Always look up – even in the hospital lobby…

What I love so much about the idea of slices of joy is that it doesn’t presuppose that everything in your life is peachy and it’s an easy practice. It was born out of the necessity to look for the tiniest things: the small moments of kindness, and lightness, and joy…

In amongst the beauty of summer days and hammocks and reading and swimming in the sea and gardening there has been the parallel and interwoven journey of my dad undergoing chemo for colon cancer. The chemo is mild, apparently, post-surgery, and he is responding as well as can be expected…

But it’s still quite a way to start a Monday morning – an oncologist visit and a chemo ward.

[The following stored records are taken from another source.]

//! The bundled design-equation templates: a catalogue of data, and the solve that
//! reads it.
//!
//! The catalogue is one JSON file, `catalogue.json` beside this file, embedded with
//! `include_str!` and parsed once. The same data feeds the page (through
//! `serde_json::to_string(templates::all())`), the API and the tests. Each
//! [`Template`] carries its equations in our language, its variables with dimensions,
//! units, demo-scenario defaults, physical bounds and typical guesses, the variables
//! it may be solved for, validity notes, a caution where the result is safety-related,
//! and the published source of the equation.
//!
//! [`solve_template`] converts the inputs to SI, refuses knowns outside the template's
//! conditions of validity, starts from the template's explicit approximation of the
//! unknown where it has one (Serghides for Colebrook–White, Hunt for wave dispersion;
//! see [`Starter`]), solves with [`crate::equations::solve_set`], converts the answer to
//! the unit asked for, and adds:
//! - for templates with several roots (both Mach numbers of an area ratio, the
//!   liquid-like and vapour-like volumes of a cubic equation of state, the two depths of
//!   a pipe flowing nearly full), every root in the template's range, each with its
//!   branch label; the answer is the branch asked for, else the template's default
//!   branch (`roots.rs`);
//! - after a failed solve, a scan of the unknown's range and a second solve from the
//!   root it finds, or a note that no value in the range satisfies the equation;
//! - the starting approximation and the explicit approximations a template compares
//!   with (Swamee–Jain, Haaland), with their differences from the answer;
//! - the warnings whose conditions hold (Colebrook below Re 4000, and so on);
//! - the values of the template's intermediate outputs, in their display units.
//!
//! ```
//! use tacit::templates::{solve_template, TemplateRequest};
//! let mut req = TemplateRequest::new("pipes.colebrook", "f");
//! req.values = vec![("Re".into(), 1e5, "1".into()), ("eps".into(), 1e-4, "m".into()),
//!                   ("D".into(), 1.0, "m".into())];
//! let s = solve_template(&req).unwrap();
//! assert!((s.value - 0.018513866077471648).abs() < 1e-12);
//! ```

use std::sync::OnceLock;

use serde::{Deserialize, Serialize};

use crate::equations::{solve_set, EquationSet, Expression, SetSolution, UnknownSpec};
use crate::error::InputError;
use crate::methods::Options;
use crate::outcome::Status;
use crate::tolerances::Bounds;
use crate::units;

pub mod own;
mod roots;

/// The standard caution shown with safety-related results.
pub const CAUTION: &str =
    "Results support, and do not replace, checks by a licensed professional under local codes.";

const CATALOGUE_TEXT: &str = include_str!(concat!(env!("OUT_DIR"), "/catalogue.json"));

/// One bundled template.
#[derive(Debug, Clone, PartialEq, Serialize, Deserialize)]
#[serde(deny_unknown_fields)]
pub struct Template {
    /// Stable identifier, used in bookmarks: never renamed.
    pub id: String,
    pub title: String,
    pub field: String,
    pub description: String,
    /// The equations in our language, in SI units.
    pub equations: String,
    pub variables: Vec<Variable>,
    /// Quantities solved together with every unknown (a friction factor, an eigenvalue).
    #[serde(default)]
    pub auxiliary: Vec<Auxiliary>,
    /// Definitions of the equations worth showing, with their display units.
    #[serde(default)]
    pub outputs: Vec<Output>,
    /// The variables that may be the unknown (all, unless `unknowns_reason` says why not).
    #[serde(default)]
    pub unknowns: Vec<String>,
    #[serde(default, skip_serializing_if = "Option::is_none")]
    pub unknowns_reason: Option<String>,
    /// Explicit approximations shown beside the implicit answer.
    #[serde(default)]
    pub comparisons: Vec<Comparison>,
    /// Conditions checked after the solve.
    #[serde(default)]
    pub warnings: Vec<Warning>,
    /// Where the equation applies.
    pub validity: Vec<String>,
    #[serde(default, skip_serializing_if = "Option::is_none")]
    pub caution: Option<String>,
    /// The published source of the equation.
    pub source: String,
    /// A list input (cash flows), written `{symbol}` in the equations.
    #[serde(default, skip_serializing_if = "Option::is_none")]
    pub list: Option<ListInput>,
    /// Conditions on the knowns outside which the equation does not apply; a request
    /// that breaks one is refused (checked only when every name in it is known).
    #[serde(default, skip_serializing_if = "Vec::is_empty")]
    pub requires: Vec<Requirement>,
}

/// A variable of a template. Values, bounds and guesses are in `unit`.
#[derive(Debug, Clone, PartialEq, Serialize, Deserialize)]
#[serde(deny_unknown_fields)]
pub struct Variable {
    pub symbol: String,
    pub meaning: String,
    pub dimension: String,
    /// The default unit.
    pub unit: String,
    /// The accepted units (all units of the dimension when not restricted).
    #[serde(default)]
    pub units: Vec<String>,
    /// The default value, from the demo scenario.
    pub value: f64,
    /// Physical bounds, in `unit`.
    pub bounds: [f64; 2],
    /// Typical starting guesses, in `unit`.
    pub guesses: [f64; 2],
    /// Common values offered as choices (deflection limits, mode numbers).
    #[serde(default, skip_serializing_if = "Vec::is_empty")]
    pub choices: Vec<Choice>,
    /// Tighter limits when this is the unknown, as expressions in SI of the knowns
    /// (the Euler load for a column's load).
    #[serde(default, skip_serializing_if = "Option::is_none")]
    pub limits: Option<[String; 2]>,
    /// When this is the unknown, scan this range for every root.
    #[serde(default, skip_serializing_if = "Option::is_none")]
    pub roots: Option<RootScan>,
    /// When this is the unknown, an explicit approximation to start from.
    #[serde(default, skip_serializing_if = "Option::is_none")]
    pub starter: Option<Starter>,
}

/// An explicit approximation of a variable from the knowns, used as the first guess
/// when the variable is the unknown (the second guess is taken 1e-6 of it away) and
/// shown beside the answer. `expr` is in SI over the other variables; a value that is
/// not a number or lies outside the range falls back to the typical guesses.
#[derive(Debug, Clone, PartialEq, Serialize, Deserialize)]
#[serde(deny_unknown_fields)]
pub struct Starter {
    /// How the approximation is shown ("Serghides (1984) explicit").
    pub label: String,
    pub expr: String,
    /// Where the approximation is published, or how it follows from the equation.
    pub source: String,
}

/// A condition on the knowns: `holds` (an expression in SI) must not be negative.
#[derive(Debug, Clone, PartialEq, Serialize, Deserialize)]
#[serde(deny_unknown_fields)]
pub struct Requirement {
    pub holds: String,
    /// Why, in plain words: the text of the refusal.
    pub text: String,
}

/// A labelled common value of a variable.
#[derive(Debug, Clone, PartialEq, Serialize, Deserialize)]
#[serde(deny_unknown_fields)]
pub struct Choice {
    pub label: String,
    pub value: f64,
}

/// A quantity solved with every unknown. Bounds and guesses are in SI.
#[derive(Debug, Clone, PartialEq, Serialize, Deserialize)]
#[serde(deny_unknown_fields)]
pub struct Auxiliary {
    pub symbol: String,
    pub meaning: String,
    pub dimension: String,
    pub unit: String,
    /// The auxiliary's own equation: one line of `equations`, using no definitions.
    /// Solved alone inside the nested solve (see [`solve_template`]).
    pub equation: String,
    pub bounds: [f64; 2],
    pub guesses: [f64; 2],
    #[serde(default, skip_serializing_if = "Option::is_none")]
    pub limits: Option<[String; 2]>,
}

/// A definition shown with the result.
#[derive(Debug, Clone, PartialEq, Serialize, Deserialize)]
#[serde(deny_unknown_fields)]
pub struct Output {
    pub symbol: String,
    pub meaning: String,
    pub dimension: String,
    pub unit: String,
}

/// An explicit formula (in SI, over every variable, auxiliary and definition) shown
/// beside the value of `against`, with the difference.
#[derive(Debug, Clone, PartialEq, Serialize, Deserialize)]
#[serde(deny_unknown_fields)]
pub struct Comparison {
    /// The name under which the approximate value is listed in the outputs.
    pub symbol: String,
    pub label: String,
    pub expr: String,
    pub against: String,
}

/// `text` is added to the notes when `when` (an expression in SI) is above zero.
#[derive(Debug, Clone, PartialEq, Serialize, Deserialize)]
#[serde(deny_unknown_fields)]
pub struct Warning {
    pub when: String,
    pub text: String,
}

In the last few years of my dad’s many health challenges (two hip replacements, a knee replacement, a heart valve replacement and now colon cancer), I have learnt – slowly and painfully – that this is his life, and his decisions. We can be supportive, and bring light and joy and food to him, but it is his life.

Many of you are walking this same journey of elderly parents, I know, and it is very much one without a guidebook… The changing roles, the boundaries, the difficult conversations. Who knew this was coming? Not me.

I read a book called ‘The Reluctant Carer’ late last year that was interesting purely because of the asking of these questions… Very few answers, but the questions were well framed.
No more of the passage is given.